HORRIBLE pictures compression!!!:laugh:
Car sounded awesome!
With a lot of power on tap, really brings the dynamics of the sound. I usually hate VW due to their stupid speaker placements, but this car actually has an open front area, I am impressed!
Seats can go down very low and very far back, good!!
No rattles, no buzzing, nothing for me to kill with EQ, which is a big plus.
Staging is wide, though I can use some more depth, but no complains.
Center is one of the best one I've listened to.
Overall, one of the cars that required me to go back to mine and made me check my system all over..


----------



## HondAudio (Oct 19, 2006)

He does it again! Another winner!


----------



## nepl29 (Mar 25, 2007)

Awesome work!
Quick question, did you replace the oem battery with a better aftermarket one?


----------



## TREETOP (Feb 11, 2009)

Bing, it seems like this has been asked before but I can't find the answer, what do you use for the flush rings on your door pods and kicks? The blue plastic looking trim part. I've normally used wood, layers of veneer, or ABS, but wood is thicker and ABS has to be heated to get the right shape- it looks like your blue stuff is soft enough to take shape without heat yet rigid enough to keep its shape..

Thanks in advance.


----------



## baggedbirds (Sep 21, 2008)

your work is always a treat to view.
When I am in Campbell visiting family I would love to listen to what ever you are working on.


----------



## avences (Jan 23, 2009)

Amazing install!!!!!!!

Just curious....does car keep spare tire?


----------



## kwhitelaw (Sep 4, 2007)

TREETOP said:


> Bing, it seems like this has been asked before but I can't find the answer, what do you use for the flush rings on your door pods and kicks? The blue plastic looking trim part. I've normally used wood, layers of veneer, or ABS, but wood is thicker and ABS has to be heated to get the right shape- it looks like your blue stuff is soft enough to take shape without heat yet rigid enough to keep its shape..
> 
> Thanks in advance.


I'll answer for Bing as im pretty sure I know what he'll say..

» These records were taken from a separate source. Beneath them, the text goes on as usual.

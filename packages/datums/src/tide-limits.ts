/**
 * Highest and lowest astronomical tide.
 *
 * The extremes of the predicted tide over at least 19 years (IHO Resolution 3/1919), with the document's own hold, Sa and
 * Ssa included, secular rate and steps excluded: levels refer to the document's mean level.
 * @module
 */
import { DAY, type HarmonicConstants, InputError, type Span, toSpan } from '@staithe/core';
import { findTurningPoints, makePlan } from '@staithe/predict';
import { levelAfterSteps } from './means.js';
import type { DatumWarning, TideLimit, TideLimits } from './types.js';

const DEFAULT_SPAN: Span = { from: '2020-01-01T00:00Z', to: '2039-01-01T00:00Z' };
const SHORTEST = 6939 * DAY; // 19 years hold 6939 or 6940 days

function extreme(points: readonly TideLimit[], sign: 1 | -1): TideLimit {
  return points.reduce((best, point) => ((point.height - best.height) * sign > 0 ? point : best));
}

/**
 * HAT and LAT.
 *
 * @param constants - A constants document.
 * @param options - `span` of 19 years or more; default 2020 to 2038.
 * @returns Heights in metres above the datum of the constants, with their times, and each year's extremes.
 * @throws InputError of `makePlan` and `toSpan`; `OUT_OF_RANGE`, path `options.span`, below 19 years; `EMPTY_INPUT`,
 *   path `constants`, where the curve never turns.
 * @example
 * const { HAT, LAT } = astronomicalTideLimits(constants);
 * HAT.height > LAT.height; // true
 * @public
 */
export function astronomicalTideLimits(
  constants: HarmonicConstants,
  options: { readonly span?: Span | undefined } = {},
): TideLimits {
  const { from, to } = toSpan(options.span ?? DEFAULT_SPAN);
  if (to - from < SHORTEST) {
    throw new InputError(
      'OUT_OF_RANGE',
      'options.span',
      `expected 19 years (6939 days) or more, got ${((to - from) / DAY).toFixed(1)} days`,
    );
  }
  const whole = makePlan(constants);
  const level = levelAfterSteps(constants);
  const coefficients = whole.coefficients.slice();
  coefficients[0] = level;
  const plan = { ...whole, coefficients, ratePerMs: 0, steps: [] };
  const points = findTurningPoints(plan, { from, to });
  if (points.length === 0) {
    throw new InputError(
      'EMPTY_INPUT',
      'constants',
      'expected a tide that turns, got a flat curve',
    );
  }
  const years = new Map<number, TideLimit[]>();
  for (const { time, height } of points) {
    const year = new Date(time).getUTCFullYear();
    const list = years.get(year);
    if (list) list.push({ time, height });
    else years.set(year, [{ time, height }]);
  }
  const seasonal = ['Sa', 'Ssa'].filter((name) => !plan.basis.names.includes(name));
  const warnings: DatumWarning[] =
    seasonal.length === 0
      ? []
      : [
          {
            code: 'NO_SEASONAL_CYCLE',
            message: `the constants hold no ${seasonal.join(' and no ')}: HAT and LAT leave that cycle out`,
          },
        ];
  const all = points.map(({ time, height }) => ({ time, height }));
  return {
    HAT: extreme(all, 1),
    LAT: extreme(all, -1),
    years: [...years].map(([year, list]) => ({
      year,
      highest: extreme(list, 1),
      lowest: extreme(list, -1),
    })),
    from,
    to,
    meanLevel: {
      height: level,
      datum: constants.datum,
      epoch: constants.record && { from: constants.record.from, to: constants.record.to },
    },
    warnings,
  };
}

The blue plastic is low heat plastic, more than likely sourced from Select Products or Mobile Solutions.

Cuts easily, molds with heat quickly. A little pricey all things considered, but it does the job well.

kevin


----------



## TREETOP (Feb 11, 2009)

kwhitelaw said:


> I'll answer for Bing as im pretty sure I know what he'll say..
> 
> The blue plastic is low heat plastic, more than likely sourced from Select Products or Mobile Solutions.
> 
> ...


Select Products "Low Heat Plastic LHP1824 or LHP1848" Sure looks like it!
Thanks!

-Cory.


----------



## tulz43 (May 7, 2009)

Hey Guys,

I am the proud owner of Bing's latest. And I must say... I'm truly blown away. The pictures do not do it justice (new camera does help ) And well the sound is fantastic. Everything blends so well. The center staging is right on the money... The more I listen and let the speakers break in... the better it gets. Eng has done a fantastic job tuning. Going back to him again to squeeze a little more out of it.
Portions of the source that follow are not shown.